DATASET RECORDS:
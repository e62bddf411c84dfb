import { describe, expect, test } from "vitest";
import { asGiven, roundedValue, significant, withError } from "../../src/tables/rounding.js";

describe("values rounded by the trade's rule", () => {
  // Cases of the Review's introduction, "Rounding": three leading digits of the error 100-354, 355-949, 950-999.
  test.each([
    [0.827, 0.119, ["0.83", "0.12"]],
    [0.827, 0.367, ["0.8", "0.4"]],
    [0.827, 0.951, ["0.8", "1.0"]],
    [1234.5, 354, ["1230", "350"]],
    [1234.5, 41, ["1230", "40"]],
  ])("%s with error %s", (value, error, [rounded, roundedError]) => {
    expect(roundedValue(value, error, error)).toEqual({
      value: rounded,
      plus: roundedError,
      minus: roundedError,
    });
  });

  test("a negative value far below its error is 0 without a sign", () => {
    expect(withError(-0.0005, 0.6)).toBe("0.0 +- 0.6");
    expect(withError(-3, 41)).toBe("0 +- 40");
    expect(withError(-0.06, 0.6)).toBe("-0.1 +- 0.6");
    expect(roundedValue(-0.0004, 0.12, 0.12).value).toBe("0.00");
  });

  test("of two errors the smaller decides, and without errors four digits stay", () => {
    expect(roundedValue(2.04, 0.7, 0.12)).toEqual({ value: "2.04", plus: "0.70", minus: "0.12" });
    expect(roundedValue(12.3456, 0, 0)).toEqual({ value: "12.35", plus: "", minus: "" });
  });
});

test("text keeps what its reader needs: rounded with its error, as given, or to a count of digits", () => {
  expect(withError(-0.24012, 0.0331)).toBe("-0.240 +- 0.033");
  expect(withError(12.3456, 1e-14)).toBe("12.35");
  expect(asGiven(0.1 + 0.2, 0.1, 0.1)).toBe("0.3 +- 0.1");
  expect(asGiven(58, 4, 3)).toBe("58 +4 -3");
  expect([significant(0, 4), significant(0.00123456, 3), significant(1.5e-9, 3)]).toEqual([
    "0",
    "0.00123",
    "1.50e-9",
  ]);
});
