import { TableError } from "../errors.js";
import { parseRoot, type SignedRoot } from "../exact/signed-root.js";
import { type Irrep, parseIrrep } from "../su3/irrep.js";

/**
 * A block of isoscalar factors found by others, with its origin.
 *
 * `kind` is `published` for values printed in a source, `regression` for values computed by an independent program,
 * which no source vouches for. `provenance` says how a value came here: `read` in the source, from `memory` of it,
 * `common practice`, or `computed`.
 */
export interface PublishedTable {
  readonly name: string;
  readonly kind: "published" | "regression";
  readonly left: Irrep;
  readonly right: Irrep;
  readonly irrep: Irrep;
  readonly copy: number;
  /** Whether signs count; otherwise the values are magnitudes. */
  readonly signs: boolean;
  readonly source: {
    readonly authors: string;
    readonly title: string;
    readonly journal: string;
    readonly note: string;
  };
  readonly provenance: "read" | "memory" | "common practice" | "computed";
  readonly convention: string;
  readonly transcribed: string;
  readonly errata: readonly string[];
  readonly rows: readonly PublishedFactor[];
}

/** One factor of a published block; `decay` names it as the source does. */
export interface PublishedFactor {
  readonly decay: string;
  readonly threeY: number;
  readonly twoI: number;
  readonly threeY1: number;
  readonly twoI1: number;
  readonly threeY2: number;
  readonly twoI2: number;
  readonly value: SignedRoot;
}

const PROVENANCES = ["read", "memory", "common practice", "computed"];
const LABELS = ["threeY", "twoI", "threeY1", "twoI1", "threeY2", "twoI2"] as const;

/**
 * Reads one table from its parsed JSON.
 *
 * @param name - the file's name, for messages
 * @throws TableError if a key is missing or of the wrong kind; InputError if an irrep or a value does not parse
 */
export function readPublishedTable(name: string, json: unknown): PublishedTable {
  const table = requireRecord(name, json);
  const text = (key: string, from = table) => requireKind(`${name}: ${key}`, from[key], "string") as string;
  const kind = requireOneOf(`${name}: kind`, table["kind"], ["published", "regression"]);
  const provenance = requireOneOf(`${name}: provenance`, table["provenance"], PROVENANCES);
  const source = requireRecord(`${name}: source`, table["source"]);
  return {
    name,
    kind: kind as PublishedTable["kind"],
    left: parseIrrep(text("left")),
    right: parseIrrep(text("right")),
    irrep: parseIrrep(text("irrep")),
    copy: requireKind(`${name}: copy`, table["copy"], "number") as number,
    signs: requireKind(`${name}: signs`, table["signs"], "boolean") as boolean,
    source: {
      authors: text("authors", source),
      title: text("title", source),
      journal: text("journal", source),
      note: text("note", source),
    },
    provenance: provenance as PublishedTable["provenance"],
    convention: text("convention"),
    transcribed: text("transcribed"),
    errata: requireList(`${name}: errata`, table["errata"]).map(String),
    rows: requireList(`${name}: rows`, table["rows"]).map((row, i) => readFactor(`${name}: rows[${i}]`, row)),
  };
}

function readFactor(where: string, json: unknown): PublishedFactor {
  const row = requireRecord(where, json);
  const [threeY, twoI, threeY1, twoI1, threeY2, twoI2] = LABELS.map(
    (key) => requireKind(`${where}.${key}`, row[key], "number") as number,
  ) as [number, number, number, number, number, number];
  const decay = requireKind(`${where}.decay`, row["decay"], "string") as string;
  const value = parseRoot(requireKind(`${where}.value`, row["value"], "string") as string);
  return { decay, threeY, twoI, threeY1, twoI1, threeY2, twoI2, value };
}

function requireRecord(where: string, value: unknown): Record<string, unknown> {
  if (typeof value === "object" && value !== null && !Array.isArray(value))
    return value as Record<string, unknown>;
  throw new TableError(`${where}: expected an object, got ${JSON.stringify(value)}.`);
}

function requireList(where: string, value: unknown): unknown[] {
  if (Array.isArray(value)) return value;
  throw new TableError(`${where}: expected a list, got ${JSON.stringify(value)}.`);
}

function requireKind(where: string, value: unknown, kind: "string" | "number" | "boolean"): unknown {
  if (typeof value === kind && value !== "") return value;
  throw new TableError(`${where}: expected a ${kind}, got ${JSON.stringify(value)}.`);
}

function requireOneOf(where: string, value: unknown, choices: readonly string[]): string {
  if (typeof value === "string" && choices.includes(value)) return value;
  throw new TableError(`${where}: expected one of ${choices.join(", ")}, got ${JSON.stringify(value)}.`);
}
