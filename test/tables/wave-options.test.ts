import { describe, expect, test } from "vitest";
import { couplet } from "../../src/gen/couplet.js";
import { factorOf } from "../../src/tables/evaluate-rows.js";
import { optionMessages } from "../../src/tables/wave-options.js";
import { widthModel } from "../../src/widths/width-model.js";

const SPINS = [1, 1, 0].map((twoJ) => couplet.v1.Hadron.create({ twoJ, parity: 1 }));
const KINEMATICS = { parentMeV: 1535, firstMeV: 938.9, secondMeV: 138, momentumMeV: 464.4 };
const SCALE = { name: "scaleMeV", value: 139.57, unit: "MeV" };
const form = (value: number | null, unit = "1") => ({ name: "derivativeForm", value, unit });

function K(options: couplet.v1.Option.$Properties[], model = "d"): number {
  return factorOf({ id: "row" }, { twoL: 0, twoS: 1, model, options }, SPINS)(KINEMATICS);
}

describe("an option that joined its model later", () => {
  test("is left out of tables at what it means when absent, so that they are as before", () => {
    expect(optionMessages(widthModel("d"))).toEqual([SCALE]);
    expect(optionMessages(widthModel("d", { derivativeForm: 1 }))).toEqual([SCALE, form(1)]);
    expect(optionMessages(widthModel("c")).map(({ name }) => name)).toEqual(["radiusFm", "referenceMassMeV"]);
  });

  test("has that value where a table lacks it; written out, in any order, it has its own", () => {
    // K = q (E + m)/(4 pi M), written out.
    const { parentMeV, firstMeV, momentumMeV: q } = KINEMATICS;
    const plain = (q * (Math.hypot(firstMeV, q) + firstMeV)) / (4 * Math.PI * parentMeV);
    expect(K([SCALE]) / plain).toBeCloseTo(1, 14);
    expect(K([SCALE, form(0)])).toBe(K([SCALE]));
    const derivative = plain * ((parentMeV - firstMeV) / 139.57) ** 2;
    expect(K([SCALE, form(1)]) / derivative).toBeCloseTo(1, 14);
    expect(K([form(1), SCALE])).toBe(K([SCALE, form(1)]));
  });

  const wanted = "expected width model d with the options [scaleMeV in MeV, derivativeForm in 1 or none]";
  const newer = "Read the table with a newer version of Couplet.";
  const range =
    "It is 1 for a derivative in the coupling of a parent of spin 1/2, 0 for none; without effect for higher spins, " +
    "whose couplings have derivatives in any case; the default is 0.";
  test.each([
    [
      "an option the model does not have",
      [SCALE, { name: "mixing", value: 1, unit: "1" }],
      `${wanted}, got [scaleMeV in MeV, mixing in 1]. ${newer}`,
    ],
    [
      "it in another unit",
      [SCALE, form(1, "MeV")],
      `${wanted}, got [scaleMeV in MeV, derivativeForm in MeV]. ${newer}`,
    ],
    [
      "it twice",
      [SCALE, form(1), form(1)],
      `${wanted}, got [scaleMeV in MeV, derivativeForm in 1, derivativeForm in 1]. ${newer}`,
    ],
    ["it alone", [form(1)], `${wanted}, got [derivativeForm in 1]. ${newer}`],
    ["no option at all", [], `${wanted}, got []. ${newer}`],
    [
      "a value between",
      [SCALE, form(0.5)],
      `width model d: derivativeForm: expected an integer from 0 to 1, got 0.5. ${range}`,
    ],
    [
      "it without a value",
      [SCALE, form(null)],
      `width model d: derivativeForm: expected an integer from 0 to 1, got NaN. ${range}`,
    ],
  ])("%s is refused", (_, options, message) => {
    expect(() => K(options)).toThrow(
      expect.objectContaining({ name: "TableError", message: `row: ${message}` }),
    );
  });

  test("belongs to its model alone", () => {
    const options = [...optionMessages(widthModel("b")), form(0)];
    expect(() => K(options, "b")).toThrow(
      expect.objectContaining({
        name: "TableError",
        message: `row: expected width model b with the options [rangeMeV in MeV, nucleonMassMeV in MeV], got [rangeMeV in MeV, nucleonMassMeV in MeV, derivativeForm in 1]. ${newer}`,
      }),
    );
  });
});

==

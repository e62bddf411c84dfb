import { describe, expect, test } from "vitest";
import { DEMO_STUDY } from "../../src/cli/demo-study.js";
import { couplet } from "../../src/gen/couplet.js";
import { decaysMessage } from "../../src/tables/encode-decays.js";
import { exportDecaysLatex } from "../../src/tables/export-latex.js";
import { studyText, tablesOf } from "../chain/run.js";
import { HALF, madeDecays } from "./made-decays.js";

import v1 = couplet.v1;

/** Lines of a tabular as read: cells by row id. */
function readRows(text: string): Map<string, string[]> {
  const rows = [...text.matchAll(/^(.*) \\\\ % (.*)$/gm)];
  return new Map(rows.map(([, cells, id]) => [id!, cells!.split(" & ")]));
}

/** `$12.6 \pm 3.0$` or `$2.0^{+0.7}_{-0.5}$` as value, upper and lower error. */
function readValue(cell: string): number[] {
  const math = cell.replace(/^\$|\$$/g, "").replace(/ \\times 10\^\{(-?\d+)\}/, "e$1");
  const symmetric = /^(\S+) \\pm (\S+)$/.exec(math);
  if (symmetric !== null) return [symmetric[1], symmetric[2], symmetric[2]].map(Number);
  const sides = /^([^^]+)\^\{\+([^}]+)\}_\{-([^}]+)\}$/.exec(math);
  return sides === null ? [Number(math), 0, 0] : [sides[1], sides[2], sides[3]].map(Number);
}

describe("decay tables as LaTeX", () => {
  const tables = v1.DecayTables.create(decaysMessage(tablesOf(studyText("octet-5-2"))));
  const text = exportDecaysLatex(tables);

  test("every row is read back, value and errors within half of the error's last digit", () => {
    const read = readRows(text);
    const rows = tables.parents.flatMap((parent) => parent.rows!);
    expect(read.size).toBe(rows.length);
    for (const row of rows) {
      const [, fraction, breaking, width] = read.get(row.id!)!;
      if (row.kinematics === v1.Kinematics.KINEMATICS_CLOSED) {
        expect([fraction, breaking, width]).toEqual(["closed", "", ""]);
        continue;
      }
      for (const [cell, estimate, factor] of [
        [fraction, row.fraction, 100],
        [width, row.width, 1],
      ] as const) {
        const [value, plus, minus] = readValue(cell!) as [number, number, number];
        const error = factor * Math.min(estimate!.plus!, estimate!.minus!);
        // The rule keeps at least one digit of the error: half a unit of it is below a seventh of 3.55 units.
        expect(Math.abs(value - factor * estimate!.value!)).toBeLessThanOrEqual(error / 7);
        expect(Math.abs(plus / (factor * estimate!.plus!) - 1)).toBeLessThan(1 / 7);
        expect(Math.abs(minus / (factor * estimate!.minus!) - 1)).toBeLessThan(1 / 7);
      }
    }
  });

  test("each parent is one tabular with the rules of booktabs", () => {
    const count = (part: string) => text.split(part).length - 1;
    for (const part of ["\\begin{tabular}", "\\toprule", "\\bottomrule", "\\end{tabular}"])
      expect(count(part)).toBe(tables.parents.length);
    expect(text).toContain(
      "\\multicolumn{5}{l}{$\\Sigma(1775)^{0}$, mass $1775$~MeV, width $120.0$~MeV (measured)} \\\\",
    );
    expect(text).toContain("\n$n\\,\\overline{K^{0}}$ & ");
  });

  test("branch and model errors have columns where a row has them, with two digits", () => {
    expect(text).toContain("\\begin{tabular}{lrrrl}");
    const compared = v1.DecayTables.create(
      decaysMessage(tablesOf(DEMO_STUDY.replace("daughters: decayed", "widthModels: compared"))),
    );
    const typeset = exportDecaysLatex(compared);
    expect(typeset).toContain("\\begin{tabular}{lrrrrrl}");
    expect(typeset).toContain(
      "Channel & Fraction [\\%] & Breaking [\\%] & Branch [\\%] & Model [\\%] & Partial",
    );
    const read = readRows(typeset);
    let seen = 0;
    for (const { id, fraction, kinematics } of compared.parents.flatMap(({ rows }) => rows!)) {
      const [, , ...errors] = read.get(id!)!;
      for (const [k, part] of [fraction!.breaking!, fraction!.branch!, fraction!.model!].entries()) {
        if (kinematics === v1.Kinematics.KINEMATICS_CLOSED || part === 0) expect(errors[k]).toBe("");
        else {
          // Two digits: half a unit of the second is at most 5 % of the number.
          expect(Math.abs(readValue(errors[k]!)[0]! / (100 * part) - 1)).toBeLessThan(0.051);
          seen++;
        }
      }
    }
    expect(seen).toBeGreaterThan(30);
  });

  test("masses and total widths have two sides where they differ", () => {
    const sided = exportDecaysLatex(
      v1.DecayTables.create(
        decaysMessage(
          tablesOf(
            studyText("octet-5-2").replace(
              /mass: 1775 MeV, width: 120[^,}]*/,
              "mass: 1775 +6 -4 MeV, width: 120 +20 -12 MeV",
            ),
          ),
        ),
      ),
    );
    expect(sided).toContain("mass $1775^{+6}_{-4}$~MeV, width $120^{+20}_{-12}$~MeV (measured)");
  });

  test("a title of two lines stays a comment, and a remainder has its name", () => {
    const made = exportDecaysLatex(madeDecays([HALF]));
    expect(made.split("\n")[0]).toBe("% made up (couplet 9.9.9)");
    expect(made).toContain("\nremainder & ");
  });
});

WHAT TO PRODUCE: Each line of the data above containing the string "sided" is to be copied.

ANSWER:
    const sided = exportDecaysLatex(
    expect(sided).toContain("mass $1775^{+6}_{-4}$~MeV, width $120^{+20}_{-12}$~MeV (measured)");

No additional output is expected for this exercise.